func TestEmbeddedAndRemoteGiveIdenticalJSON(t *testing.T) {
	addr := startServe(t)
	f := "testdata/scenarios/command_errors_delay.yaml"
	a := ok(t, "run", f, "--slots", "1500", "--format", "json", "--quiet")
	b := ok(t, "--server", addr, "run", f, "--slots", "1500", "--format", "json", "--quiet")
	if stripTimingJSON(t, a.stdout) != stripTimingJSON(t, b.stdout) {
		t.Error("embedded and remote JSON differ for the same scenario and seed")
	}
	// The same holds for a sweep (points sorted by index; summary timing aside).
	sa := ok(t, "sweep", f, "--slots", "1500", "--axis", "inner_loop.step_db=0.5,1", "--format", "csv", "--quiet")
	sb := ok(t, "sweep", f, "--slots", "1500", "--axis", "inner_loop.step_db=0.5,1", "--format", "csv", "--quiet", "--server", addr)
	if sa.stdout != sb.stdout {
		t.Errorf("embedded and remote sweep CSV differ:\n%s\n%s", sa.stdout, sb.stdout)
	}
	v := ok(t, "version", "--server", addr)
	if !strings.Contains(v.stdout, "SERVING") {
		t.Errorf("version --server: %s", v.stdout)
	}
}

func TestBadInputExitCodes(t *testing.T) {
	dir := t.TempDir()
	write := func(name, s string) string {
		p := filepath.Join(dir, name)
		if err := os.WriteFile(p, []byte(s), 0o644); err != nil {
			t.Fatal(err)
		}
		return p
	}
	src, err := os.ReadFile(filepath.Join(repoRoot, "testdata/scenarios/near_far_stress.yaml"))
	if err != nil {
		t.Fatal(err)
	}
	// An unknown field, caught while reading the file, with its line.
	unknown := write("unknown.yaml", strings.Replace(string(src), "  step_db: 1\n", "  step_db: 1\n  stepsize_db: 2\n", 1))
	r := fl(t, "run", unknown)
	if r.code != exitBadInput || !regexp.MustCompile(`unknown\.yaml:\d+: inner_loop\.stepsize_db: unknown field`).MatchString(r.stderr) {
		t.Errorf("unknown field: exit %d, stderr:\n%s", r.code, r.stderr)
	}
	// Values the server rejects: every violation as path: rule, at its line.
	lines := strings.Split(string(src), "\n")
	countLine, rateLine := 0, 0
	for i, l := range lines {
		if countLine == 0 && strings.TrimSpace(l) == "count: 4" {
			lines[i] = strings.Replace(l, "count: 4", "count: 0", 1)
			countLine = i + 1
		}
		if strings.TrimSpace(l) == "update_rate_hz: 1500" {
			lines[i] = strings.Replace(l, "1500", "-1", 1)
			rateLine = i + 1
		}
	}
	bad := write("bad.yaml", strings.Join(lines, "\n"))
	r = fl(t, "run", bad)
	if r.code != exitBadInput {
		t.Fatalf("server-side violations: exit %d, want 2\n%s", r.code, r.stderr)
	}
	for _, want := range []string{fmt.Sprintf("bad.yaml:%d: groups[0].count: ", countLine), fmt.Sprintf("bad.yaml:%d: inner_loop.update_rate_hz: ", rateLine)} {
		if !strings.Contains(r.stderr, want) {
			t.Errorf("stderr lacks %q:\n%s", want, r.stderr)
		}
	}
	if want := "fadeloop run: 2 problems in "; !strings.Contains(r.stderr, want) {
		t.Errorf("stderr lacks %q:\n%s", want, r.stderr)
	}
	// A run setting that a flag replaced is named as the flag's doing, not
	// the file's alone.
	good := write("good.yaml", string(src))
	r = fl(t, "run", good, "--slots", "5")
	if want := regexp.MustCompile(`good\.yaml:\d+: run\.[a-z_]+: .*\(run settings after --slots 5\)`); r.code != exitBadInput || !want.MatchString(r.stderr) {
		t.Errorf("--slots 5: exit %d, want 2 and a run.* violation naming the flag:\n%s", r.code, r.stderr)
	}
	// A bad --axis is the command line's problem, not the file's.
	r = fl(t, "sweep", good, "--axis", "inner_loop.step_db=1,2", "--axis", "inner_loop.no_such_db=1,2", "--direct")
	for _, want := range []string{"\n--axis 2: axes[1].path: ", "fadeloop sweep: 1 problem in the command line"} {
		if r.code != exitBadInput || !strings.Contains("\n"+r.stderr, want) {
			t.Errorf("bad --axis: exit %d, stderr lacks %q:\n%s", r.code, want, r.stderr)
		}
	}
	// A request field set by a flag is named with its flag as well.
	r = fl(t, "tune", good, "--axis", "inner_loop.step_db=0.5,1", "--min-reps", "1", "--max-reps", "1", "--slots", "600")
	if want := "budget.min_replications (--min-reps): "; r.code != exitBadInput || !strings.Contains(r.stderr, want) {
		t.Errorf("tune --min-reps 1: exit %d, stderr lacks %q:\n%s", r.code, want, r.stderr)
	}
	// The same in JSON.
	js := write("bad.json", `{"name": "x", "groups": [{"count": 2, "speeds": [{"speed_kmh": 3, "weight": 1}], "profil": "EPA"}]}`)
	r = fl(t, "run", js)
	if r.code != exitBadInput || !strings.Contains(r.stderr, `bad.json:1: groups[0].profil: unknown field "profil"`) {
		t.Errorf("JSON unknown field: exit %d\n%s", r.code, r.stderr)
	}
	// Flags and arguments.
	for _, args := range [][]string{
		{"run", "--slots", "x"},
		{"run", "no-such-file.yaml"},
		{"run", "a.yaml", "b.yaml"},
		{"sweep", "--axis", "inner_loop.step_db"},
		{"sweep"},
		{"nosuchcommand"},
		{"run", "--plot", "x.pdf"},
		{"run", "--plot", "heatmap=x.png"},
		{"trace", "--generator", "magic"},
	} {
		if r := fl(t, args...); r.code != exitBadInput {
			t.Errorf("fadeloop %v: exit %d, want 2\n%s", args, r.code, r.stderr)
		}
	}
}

__________________________________________________

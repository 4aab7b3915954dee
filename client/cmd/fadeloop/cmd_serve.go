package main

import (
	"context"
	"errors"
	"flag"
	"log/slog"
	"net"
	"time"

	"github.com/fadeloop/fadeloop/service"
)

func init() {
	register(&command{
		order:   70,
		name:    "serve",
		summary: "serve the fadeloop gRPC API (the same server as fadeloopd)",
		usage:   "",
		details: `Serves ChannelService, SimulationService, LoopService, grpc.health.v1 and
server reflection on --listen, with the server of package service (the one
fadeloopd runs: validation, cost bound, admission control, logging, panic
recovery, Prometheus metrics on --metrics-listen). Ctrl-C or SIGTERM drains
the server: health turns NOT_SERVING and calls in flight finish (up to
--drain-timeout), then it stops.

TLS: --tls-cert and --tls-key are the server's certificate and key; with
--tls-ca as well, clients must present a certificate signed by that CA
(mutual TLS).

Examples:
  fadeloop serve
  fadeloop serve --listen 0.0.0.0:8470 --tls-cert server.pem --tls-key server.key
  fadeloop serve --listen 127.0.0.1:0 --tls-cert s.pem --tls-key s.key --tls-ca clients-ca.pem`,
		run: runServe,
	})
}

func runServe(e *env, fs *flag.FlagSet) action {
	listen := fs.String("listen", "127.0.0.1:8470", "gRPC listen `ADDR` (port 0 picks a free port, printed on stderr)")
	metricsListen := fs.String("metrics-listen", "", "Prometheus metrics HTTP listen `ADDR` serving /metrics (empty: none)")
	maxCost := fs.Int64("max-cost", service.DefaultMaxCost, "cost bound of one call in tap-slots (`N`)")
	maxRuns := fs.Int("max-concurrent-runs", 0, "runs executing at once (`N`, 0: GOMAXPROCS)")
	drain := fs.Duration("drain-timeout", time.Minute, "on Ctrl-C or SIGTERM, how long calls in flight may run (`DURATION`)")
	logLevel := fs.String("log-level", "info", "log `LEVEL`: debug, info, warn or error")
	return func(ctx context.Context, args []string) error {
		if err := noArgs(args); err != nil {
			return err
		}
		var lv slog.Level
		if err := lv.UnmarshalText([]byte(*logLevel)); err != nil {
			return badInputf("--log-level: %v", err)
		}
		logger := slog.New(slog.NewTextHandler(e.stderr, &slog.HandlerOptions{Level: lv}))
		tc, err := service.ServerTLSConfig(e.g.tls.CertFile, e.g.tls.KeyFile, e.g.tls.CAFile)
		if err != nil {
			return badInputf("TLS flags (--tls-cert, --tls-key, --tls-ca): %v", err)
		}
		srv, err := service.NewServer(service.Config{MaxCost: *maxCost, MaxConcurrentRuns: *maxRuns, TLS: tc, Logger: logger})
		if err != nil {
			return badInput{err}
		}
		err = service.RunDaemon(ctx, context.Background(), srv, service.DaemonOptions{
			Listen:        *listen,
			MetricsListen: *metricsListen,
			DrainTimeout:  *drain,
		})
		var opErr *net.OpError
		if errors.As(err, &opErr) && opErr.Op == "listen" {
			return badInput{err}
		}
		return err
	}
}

__________________________________________________

## Instructions to follow:
Throughout the material above, find every line holding "maxCost" and copy it.

## Your solution:
	maxCost := fs.Int64("max-cost", service.DefaultMaxCost, "cost bound of one call in tap-slots (`N`)")
		srv, err := service.NewServer(service.Config{MaxCost: *maxCost, MaxConcurrentRuns: *maxRuns, TLS: tc, Logger: logger})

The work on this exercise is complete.